G-Structures, Fluxes and Calibrations in M-Theory

TL;DR

The paper develops a general, geometry-first framework for supersymmetric warped M-theory backgrounds with flux on eight-manifolds, by allowing internal spinors of indefinite chirality and organizing the Killing spinor equations into a $G_2$-structure with controlled intrinsic torsion. The authors derive necessary and sufficient differential constraints on the $G_2$-structure data, reinterpret these conditions as generalized calibrations for dyonic M5-branes, and unravel how M5-branes wrapped on associative and SLAG three-cycles emerge in this setting (with explicit nonlinear PDEs from the Bianchi identities). Specializations to purely magnetic or purely electric flux produce AdS$_3$ and Spin(7) or weak $G_2$ holonomy structures, respectively, and the formalism recovers known solutions (e.g., dyonic M-branes, dielectric flows) while generating new examples. The work provides a unifying, covariant method to explore flux backgrounds, wrapped branes, and AdS$_3$ vacua in M-theory, with potential implications for holography and compactifications beyond special holonomy.
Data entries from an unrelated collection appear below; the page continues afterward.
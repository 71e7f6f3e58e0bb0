package org.ventcase.thermo;

import java.util.HashMap;
import java.util.Map;
import java.util.Optional;

import org.ventcase.common.CsvTable;

/**
 * The published Twu alpha parameters of the translated-consistent Peng-Robinson model (set tcPR),
 * each with the critical constants it was fitted with, from {@code twu-tcpr.csv} (sources in its
 * header). A set is looked up by the component's CAS number, so a case's own component (no CAS
 * number) never borrows a built-in fluid's parameters.
 *
 * <p>Source: M. Pina-Martinez, R. Privat, J.-N. Jaubert, AIChE J. 68(2) (2022) e17518,
 * DOI 10.1002/aic.17518.
 */
public final class TwuParameters {

    /** Resource path of the table. */
    public static final String RESOURCE = "/org/ventcase/thermo/twu-tcpr.csv";

    /** Citation printed beside the parameters. */
    public static final String CITATION = "tc-PR set of Pina-Martinez, Privat, Jaubert, AIChE J. 68 (2022) e17518, "
            + "as tabulated in the open-source Clapeyron.jl database";

    /**
     * One published set.
     *
     * @param tcK   the set's own critical temperature, K
     * @param pcPa  the set's own critical pressure, Pa
     * @param omega the set's acentric factor (used only for initial estimates)
     * @param c     the set's constant volume translation, m3/mol (v = v_PR - c)
     */
    public record Set(String component, double tcK, double pcPa, double omega, double l, double m, double n,
                      double c) {
        /** The alpha function of this set. */
        public AlphaFunction.Twu alpha() {
            return new AlphaFunction.Twu(l, m, n, CITATION);
        }
    }

    private static final class Holder {
        static final Map<String, Set> BY_CAS = load();
    }

    private TwuParameters() {
    }

    /** The published set for a component, matched by CAS number; empty where none is published. */
    public static Optional<Set> find(Component c) {
        if (c.cas().isEmpty()) {
            return Optional.empty();
        }
        return Optional.ofNullable(Holder.BY_CAS.get(c.cas()));
    }

    private static Map<String, Set> load() {
        ComponentLibrary lib = ComponentLibrary.builtIn();
        Map<String, Set> out = new HashMap<>();
        for (CsvTable.Row row : CsvTable.resource(TwuParameters.class, RESOURCE, CsvTable.LastColumn.FIELD).rows()) {
            String name = row.required("component");
            if (row.text("L").isEmpty()) {
                continue; // listed without parameters (hydrogen): the model's fallback applies
            }
            Component c = lib.find(name).orElseThrow(() -> new IllegalStateException(
                    RESOURCE + ": '" + name + "' is not a built-in component"));
            Set s = new Set(c.name(), row.number("Tc_K"), row.number("Pc_Pa"), row.number("omega"), row.number("L"),
                    row.number("M"), row.number("N"), row.number("c_m3_mol"));
            if (out.put(c.cas(), s) != null) {
                throw new IllegalStateException(RESOURCE + ": two rows for " + name);
            }
        }
        return Map.copyOf(out);
    }
}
It also clarifies the role of generalized calibrations in brane dynamics and offers a route to constructing novel geometries by combining $G$-structure data with flux backreaction and Bianchi identities.

Abstract

We study the most general supersymmetric warped M-theory backgrounds with non-trivial G-flux of the type R^{1,2} x M_8 and AdS_3 x M_8. We give a set of necessary and sufficient conditions for preservation of supersymmetry which are phrased in terms of G-structures and their intrinsic torsion. These equations may be interpreted as calibration conditions for a static ``dyonic'' M-brane, that is, an M5-brane with self-dual three-form turned on. When the electric flux is turned off we obtain the supersymmetry conditions and non-linear PDEs describing M5-branes wrapped on associative and special Lagrangian three-cycles in manifolds with G_2 and SU(3) structures, respectively. As an illustration of our formalism, we recover the 1/2-BPS dyonic M-brane, and also construct some new examples.